25/04/2015 - Lusa/SOL
Movimento regressa a ações de protesto contra demolições na Ria Formosa
O Movimento SOS Ria Formosa/Je suis Ilhéu decidiu voltar a iniciar ações de protesto
(...) O Parlamento aprovou na sexta-feira um projeto de resolução do PS que recomenda
ao Governo “a requalificação e valorização da ria Formosa” e rejeitou outros dois, do BE
e do PCP, que pretendiam travar as demolições nas ilhas barreira. ... O PS sugere na
resolução que seja retomada a "filosofia inicial" do Programa Polis Litoral e, ainda, que
seja clarificada a natureza jurídica do Núcleo da Ilha da Culatra, "assegurando a
manutenção do carácter de ‘dominialidade’ do domínio hídrico e a regularização das
edificações existentes, mediante a execução de um plano de intervenção e
requalificação".
LUSA/Público - 13/02/2016
Trata-se de um velho dilema quando os interesses em jogo são tão díspares, o que
inviabiliza, particularmente, em sociedades democráticas, a aplicação de soluções
consideradas necessárias. É um dado adquirido que as alterações climáticas estão a surtir
efeito. Sabemos que, face aos conhecimentos atuais, que não se pode impedir a ação da
Natureza, mesmo que já tenhamos atingido elevados e sofisticados níveis de tecnologia. É,
igualmente, por demais reconhecida a incapacidade que, frequentemente, o cidadão
comum tem da noção de risco. Compete, por isso, às autoridades que nos governam,
independentemente da cor política, agir de acordo com que técnicos habilitados e cientistas
nos apresentam como consequências possíveis caso não se atue no sentido de minimizar
os estragos que, repetidamente, ano após ano, se verificam ao longo da nossa costa.
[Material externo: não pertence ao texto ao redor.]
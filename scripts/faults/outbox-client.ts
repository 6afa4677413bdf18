import { setTimeout as sleep } from 'node:timers/promises';

import type { PlannedWrite } from './round-plan';
import { postOnce, type Attempt } from './tablet-session';

/** How one write fared: every attempt, the acknowledging one, and why it failed if it did. */
export interface WriteOutcome {
  write: PlannedWrite;
  attempts: Attempt[];
  acknowledged: Attempt | null;
  failure: string | null;
}

/** Answers the outbox sends again, unchanged and with the same key: the server or its database is away. */
const isRetryable = (status: number) => status === 503 || status === 0;

/**
 * Sends one write the way the tablet's outbox does: same body, same Idempotency-Key, again and
 * again until it is acknowledged. Only 2xx counts: every planned write is valid and made once, so a
 * 409 or 422 here would mean the server lost or mixed up a key. The backoff is shorter than the
 * server's Retry-After on purpose, to put as many requests as possible on the outage.
 */
export async function deliver(write: PlannedWrite, deadline: number, onAcknowledged: () => void): Promise<WriteOutcome> {
  const attempts: Attempt[] = [];
  let failure: string | null = null;
  for (let retry = 0; Date.now() < deadline; retry += 1) {
    const attempt = await postOnce(write.session, write.path, write.body, write.key);
    attempts.push(attempt);
    if (attempt.status >= 200 && attempt.status < 300) {
      onAcknowledged();
      return { write, attempts, acknowledged: attempt, failure };
    }
    if (attempt.status === -1) {
      // A hang fails the round, but the write is still sent until it lands, so its row can be checked.
      failure ??= `no answer within the time limit (${attempt.error ?? ''})`;
    } else if (!isRetryable(attempt.status)) {
      return { write, attempts, acknowledged: null, failure: `answered ${attempt.status}: ${JSON.stringify(attempt.body).slice(0, 300)}` };
    }
    const base = Math.min(1_000, 100 * 2 ** retry);
    await sleep(base / 2 + Math.random() * (base / 2));
  }
  return { write, attempts, acknowledged: null, failure: failure ?? 'not acknowledged before the round deadline' };
}
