import type { RoundResult } from './kill-round';

/** What db-kill.ts writes with --report: `npm test` and `npm run test:long` count its rounds. */
export interface FaultReport {
  rounds: RoundResult[];
  passed: number;
  failed: number;
  /** Set when the stack itself could not be started or a round crashed. */
  error: string | null;
  durationMs: number;
}

export const seconds = (ms: number) => `${(ms / 1000).toFixed(1)} s`;

/** One line per round, with the figures the README quotes. */
export function roundLine(r: RoundResult, of: number): string {
  const verdict = r.problems.length === 0 ? 'passed' : 'FAILED';
  const fiveHundreds = Object.entries(r.statuses).filter(([s]) => s.startsWith('5') && s !== '503').reduce((n, [, c]) => n + c, 0);
  return (
    `[faults] round ${r.round}/${of} ${verdict}: ${r.acknowledged}/${r.writes} writes acknowledged (${r.replays} replayed, ${r.retried} retried); ` +
    `killed after ${r.killAfterAcks} acks with ${r.inFlightAtKill} in flight, down ${seconds(r.downMs)} (restart ${seconds(r.restartMs)}), healthy ${r.recoveryMs ?? '–'} ms after restart; ` +
    `${r.statuses['503'] ?? 0} × 503 (${r.unavailableDuringOutage} while down), ${fiveHundreds} × other 5xx, slowest answer ${r.slowestMs} ms; ` +
    `${r.lost} lost, ${r.duplicated} duplicated, ${r.auditMismatches} audit mismatches — ${seconds(r.durationMs)} (setup ${seconds(r.setupMs)})`
  );
}
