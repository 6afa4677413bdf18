import { randomBytes } from 'node:crypto';

import type { MariadbInstance } from '../lib/mariadb';
import { postOnce, type TabletSession } from './tablet-session';

/** The demo lab's recipe and lots the fault runs use (seeded by migrateAndSeed). */
const RECIPE_CODE = 'TOUCH-4K';
const LOT_NUMBERS = ['QS30-2611', 'FM-PET-1208'];
/** Steps the tablets complete during the round; the inspection stays open for the readings. */
const STEPS_TO_COMPLETE = ['wipe-pet', 'print-keys', 'dry-keys', 'cure-keys', 'attach-tail'];
const INSPECT_STEP = 'inspect-keys';
const READING_SPEC = 'r-key-1';

/** One write a tablet must get acknowledged during the round. */
export interface PlannedWrite {
  kind: 'step-completion' | 'reading';
  key: string;
  session: TabletSession;
  runId: number;
  stepId: string;
  pieceId: number | null;
  /** The reading's value; for completions, the note carries the key so the row can be traced. */
  value: number | null;
  path: string;
  body: Record<string, unknown>;
}

export interface RoundPlan {
  runIds: number[];
  writes: PlannedWrite[];
}

/** Reads one column of one row as root, straight from the database (not through the app). */
export function sqlValue(db: MariadbInstance, sql: string): string {
  return db.rootSql(sql).trim();
}

/**
 * Plans `runCount` runs through the API and starts their steps, so each run has five steps an
 * operator can complete and five pieces to measure: ten writes per run, none depending on another.
 */
export async function planRound(db: MariadbInstance, round: number, runCount: number, planner: TabletSession, operators: TabletSession[]): Promise<RoundPlan> {
  const database = 'tracewright_test';
  const versionId = Number(
    sqlValue(db, `SELECT v.id FROM ${database}.recipe_versions v JOIN ${database}.recipes r ON r.id = v.recipe_id WHERE r.code = '${RECIPE_CODE}' AND v.state = 'released' ORDER BY v.number LIMIT 1`),
  );
  const lotIds = sqlValue(db, `SELECT id FROM ${database}.material_lots WHERE lot_number IN (${LOT_NUMBERS.map((n) => `'${n}'`).join(', ')})`)
    .split('\n')
    .map(Number);
  if (!versionId || lotIds.length !== LOT_NUMBERS.length) throw new Error(`The demo lab lacks ${RECIPE_CODE} or its lots: was it seeded?`);
  const runs = await Promise.all(
    Array.from({ length: runCount }, (_, i) => planRun(planner, { versionId, quantity: 5, lots: lotIds.map((lotId) => ({ lotId })), notes: `Fault round ${round}, run ${i + 1}` })),
  );
  const writes: PlannedWrite[] = [];
  await Promise.all(
    runs.map(async (run, i) => {
      const session = operators[i % operators.length] as TabletSession;
      for (const stepId of [...STEPS_TO_COMPLETE, INSPECT_STEP]) await startStep(session, run.id, stepId);
      writes.push(...runWrites(round, run, session));
    }),
  );
  return { runIds: runs.map((r) => r.id), writes };
}

const newKey = (round: number) => `fault-r${round}-${randomBytes(8).toString('hex')}`;

function runWrites(round: number, run: PlannedRun, session: TabletSession): PlannedWrite[] {
  const completions = STEPS_TO_COMPLETE.map((stepId): PlannedWrite => {
    const key = newKey(round);
    return { kind: 'step-completion', key, session, runId: run.id, stepId, pieceId: null, value: null, path: `/api/runs/${run.id}/steps/${stepId}/complete`, body: { note: `Done (${key})` } };
  });
  // In limits (3–9 Ω) and distinct per piece, so a reading row can be matched to the write that made it.
  const readings = run.pieceIds.map((pieceId, p): PlannedWrite => {
    const value = Number((4 + p * 0.25 + (run.id % 100) * 0.001).toFixed(3));
    const body = { stepId: INSPECT_STEP, specId: READING_SPEC, pieceId, value };
    return { kind: 'reading', key: newKey(round), session, runId: run.id, stepId: INSPECT_STEP, pieceId, value, path: `/api/runs/${run.id}/readings`, body };
  });
  return [...completions, ...readings];
}

interface PlannedRun {
  id: number;
  pieceIds: number[];
}

async function planRun(planner: TabletSession, body: object): Promise<PlannedRun> {
  const res = await postOnce(planner, '/api/runs', body);
  if (res.status !== 201) throw new Error(`Planning a fault run failed: ${res.status} ${JSON.stringify(res.body)}`);
  const run = res.body as { id: number; pieces: Array<{ id: number }> };
  return { id: run.id, pieceIds: run.pieces.map((p) => p.id) };
}

/** Setup, before any fault: acknowledging the safety card and starting must simply work. */
async function startStep(session: TabletSession, runId: number, stepId: string): Promise<void> {
  for (const action of ['acknowledge-safety', 'start']) {
    const res = await postOnce(session, `/api/runs/${runId}/steps/${stepId}/${action}`, {});
    if (res.status !== 200) throw new Error(`Setup ${action} of ${stepId} on run ${runId} failed: ${res.status} ${JSON.stringify(res.body)}`);
  }
}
Dir-se-á, mas onde para a defesa dos interesses particulares? Obviamente que devem ser
considerados durante a fase de planeamento. Porém, se se concluir que é indispensável
executar um plano que trará mais vantagens para o coletivo, é este que deve prevalecer.
O facto de vivermos em democracia não pode significar que o interesse privado deve ser
respeitado dogmaticamente. A justiça deve intervir, avaliar e definir indemnizações aos
proprietários. Sendo comprovado que determinada habitação é a única que possui o
proprietário, as próprias autoridades têm o dever de arranjar uma alternativa. Sucede que,
o estar à beira mar é muito apetecível, mas só quando as suas manifestações não são
destrutivas. Caso contrário, lá surgem os protestos por falha de atuação atempada.